(Records from a dataset)
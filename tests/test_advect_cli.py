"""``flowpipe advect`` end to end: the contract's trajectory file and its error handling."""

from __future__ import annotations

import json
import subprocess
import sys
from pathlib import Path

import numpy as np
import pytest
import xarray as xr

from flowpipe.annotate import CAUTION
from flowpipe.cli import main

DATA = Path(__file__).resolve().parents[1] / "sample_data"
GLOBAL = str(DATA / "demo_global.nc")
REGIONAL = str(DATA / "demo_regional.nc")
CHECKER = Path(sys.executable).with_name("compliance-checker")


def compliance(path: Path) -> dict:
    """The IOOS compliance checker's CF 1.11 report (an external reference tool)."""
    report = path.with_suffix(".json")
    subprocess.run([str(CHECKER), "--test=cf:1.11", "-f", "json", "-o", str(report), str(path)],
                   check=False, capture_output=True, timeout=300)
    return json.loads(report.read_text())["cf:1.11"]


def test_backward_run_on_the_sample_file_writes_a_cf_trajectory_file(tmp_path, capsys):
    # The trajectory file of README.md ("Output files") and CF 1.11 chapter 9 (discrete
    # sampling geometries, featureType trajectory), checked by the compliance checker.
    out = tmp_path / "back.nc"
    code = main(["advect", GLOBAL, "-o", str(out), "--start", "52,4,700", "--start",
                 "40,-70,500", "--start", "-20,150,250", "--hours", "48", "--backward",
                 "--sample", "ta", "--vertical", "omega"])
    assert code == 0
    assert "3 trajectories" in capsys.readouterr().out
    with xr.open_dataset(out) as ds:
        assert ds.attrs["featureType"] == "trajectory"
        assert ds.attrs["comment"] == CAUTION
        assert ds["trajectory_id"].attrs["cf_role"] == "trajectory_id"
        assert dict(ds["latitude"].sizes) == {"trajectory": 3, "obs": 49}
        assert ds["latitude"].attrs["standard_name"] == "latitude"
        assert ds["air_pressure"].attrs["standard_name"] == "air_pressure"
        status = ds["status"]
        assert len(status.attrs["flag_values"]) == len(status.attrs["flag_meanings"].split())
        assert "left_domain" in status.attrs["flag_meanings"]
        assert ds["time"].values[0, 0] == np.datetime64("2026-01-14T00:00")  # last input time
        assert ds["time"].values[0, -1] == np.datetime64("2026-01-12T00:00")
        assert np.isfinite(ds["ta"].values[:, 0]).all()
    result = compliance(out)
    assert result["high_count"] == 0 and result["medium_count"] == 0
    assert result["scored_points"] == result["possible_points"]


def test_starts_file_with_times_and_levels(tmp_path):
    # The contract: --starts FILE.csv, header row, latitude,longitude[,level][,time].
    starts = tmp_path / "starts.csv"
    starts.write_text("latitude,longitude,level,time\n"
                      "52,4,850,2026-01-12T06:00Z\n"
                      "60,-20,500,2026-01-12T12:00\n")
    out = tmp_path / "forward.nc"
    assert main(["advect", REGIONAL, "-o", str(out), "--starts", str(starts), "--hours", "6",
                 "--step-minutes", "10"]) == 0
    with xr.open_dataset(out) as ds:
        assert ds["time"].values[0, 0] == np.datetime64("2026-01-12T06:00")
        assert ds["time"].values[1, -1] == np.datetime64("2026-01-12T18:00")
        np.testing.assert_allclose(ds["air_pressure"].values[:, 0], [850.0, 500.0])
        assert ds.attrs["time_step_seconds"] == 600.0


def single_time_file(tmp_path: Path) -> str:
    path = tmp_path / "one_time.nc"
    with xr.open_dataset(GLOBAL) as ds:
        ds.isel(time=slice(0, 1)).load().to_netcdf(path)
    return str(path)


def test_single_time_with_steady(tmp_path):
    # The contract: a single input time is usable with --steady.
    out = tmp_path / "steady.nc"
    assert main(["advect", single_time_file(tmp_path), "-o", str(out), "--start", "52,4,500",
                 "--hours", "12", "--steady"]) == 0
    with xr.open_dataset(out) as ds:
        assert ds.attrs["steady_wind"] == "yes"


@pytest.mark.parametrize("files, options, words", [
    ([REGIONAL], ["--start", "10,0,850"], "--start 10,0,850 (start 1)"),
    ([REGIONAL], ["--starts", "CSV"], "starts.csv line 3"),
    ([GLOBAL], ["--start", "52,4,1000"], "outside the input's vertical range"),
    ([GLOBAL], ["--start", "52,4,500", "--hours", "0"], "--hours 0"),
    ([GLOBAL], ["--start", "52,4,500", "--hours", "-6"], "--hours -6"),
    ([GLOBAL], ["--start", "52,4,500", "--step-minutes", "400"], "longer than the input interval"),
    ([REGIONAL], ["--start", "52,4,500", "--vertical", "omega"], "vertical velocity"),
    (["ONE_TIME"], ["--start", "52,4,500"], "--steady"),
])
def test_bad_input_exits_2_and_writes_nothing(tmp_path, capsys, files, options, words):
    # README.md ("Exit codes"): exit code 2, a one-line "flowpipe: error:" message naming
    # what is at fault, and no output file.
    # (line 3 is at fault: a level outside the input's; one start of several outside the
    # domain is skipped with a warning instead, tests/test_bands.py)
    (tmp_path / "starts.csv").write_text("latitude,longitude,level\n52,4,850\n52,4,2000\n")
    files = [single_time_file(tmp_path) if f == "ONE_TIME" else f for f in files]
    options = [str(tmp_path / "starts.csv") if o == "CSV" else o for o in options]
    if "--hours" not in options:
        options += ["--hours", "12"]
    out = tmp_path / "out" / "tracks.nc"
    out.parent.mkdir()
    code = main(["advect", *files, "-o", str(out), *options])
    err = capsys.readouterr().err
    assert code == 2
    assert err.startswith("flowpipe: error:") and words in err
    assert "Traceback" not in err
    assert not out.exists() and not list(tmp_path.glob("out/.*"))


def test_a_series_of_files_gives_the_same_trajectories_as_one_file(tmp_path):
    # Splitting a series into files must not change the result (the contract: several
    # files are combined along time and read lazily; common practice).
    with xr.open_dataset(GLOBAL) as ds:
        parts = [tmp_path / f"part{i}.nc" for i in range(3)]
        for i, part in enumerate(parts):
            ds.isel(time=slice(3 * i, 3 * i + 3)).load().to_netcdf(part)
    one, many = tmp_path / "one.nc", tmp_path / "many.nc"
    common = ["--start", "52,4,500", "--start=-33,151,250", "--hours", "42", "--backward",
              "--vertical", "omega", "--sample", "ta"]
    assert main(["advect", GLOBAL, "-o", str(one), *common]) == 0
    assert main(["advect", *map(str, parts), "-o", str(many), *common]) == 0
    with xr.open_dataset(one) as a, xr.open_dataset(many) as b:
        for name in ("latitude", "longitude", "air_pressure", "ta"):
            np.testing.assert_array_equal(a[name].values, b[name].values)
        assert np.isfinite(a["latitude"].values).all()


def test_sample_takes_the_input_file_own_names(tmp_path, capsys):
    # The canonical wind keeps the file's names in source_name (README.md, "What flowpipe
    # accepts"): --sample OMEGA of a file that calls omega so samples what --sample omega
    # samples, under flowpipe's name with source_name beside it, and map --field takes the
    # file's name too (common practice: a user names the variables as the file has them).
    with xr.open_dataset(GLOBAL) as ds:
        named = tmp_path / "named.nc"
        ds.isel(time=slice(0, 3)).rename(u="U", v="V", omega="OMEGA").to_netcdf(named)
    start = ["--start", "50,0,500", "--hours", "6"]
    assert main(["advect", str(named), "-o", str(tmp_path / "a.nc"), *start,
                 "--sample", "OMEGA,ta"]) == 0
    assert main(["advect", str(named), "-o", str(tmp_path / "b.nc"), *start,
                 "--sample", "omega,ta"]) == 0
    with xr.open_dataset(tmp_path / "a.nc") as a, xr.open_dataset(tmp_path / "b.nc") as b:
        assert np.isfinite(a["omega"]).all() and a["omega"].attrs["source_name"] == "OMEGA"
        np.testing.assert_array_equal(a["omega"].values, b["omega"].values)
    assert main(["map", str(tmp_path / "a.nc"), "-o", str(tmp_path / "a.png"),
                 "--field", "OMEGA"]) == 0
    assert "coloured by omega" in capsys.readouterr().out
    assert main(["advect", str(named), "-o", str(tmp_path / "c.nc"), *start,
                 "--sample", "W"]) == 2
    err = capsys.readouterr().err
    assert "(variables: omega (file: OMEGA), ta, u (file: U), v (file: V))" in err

◆ **WORK TO COMPLETE**: Out of the data above, give again only the lines starting at the one holding "str(many), *common]) == 0" and ending at the one holding "what --sample omega", unchanged.

◆ **EXERCISE ANSWER**:
    assert main(["advect", *map(str, parts), "-o", str(many), *common]) == 0
    with xr.open_dataset(one) as a, xr.open_dataset(many) as b:
        for name in ("latitude", "longitude", "air_pressure", "ta"):
            np.testing.assert_array_equal(a[name].values, b[name].values)
        assert np.isfinite(a["latitude"].values).all()


def test_sample_takes_the_input_file_own_names(tmp_path, capsys):
    # The canonical wind keeps the file's names in source_name (README.md, "What flowpipe
    # accepts"): --sample OMEGA of a file that calls omega so samples what --sample omega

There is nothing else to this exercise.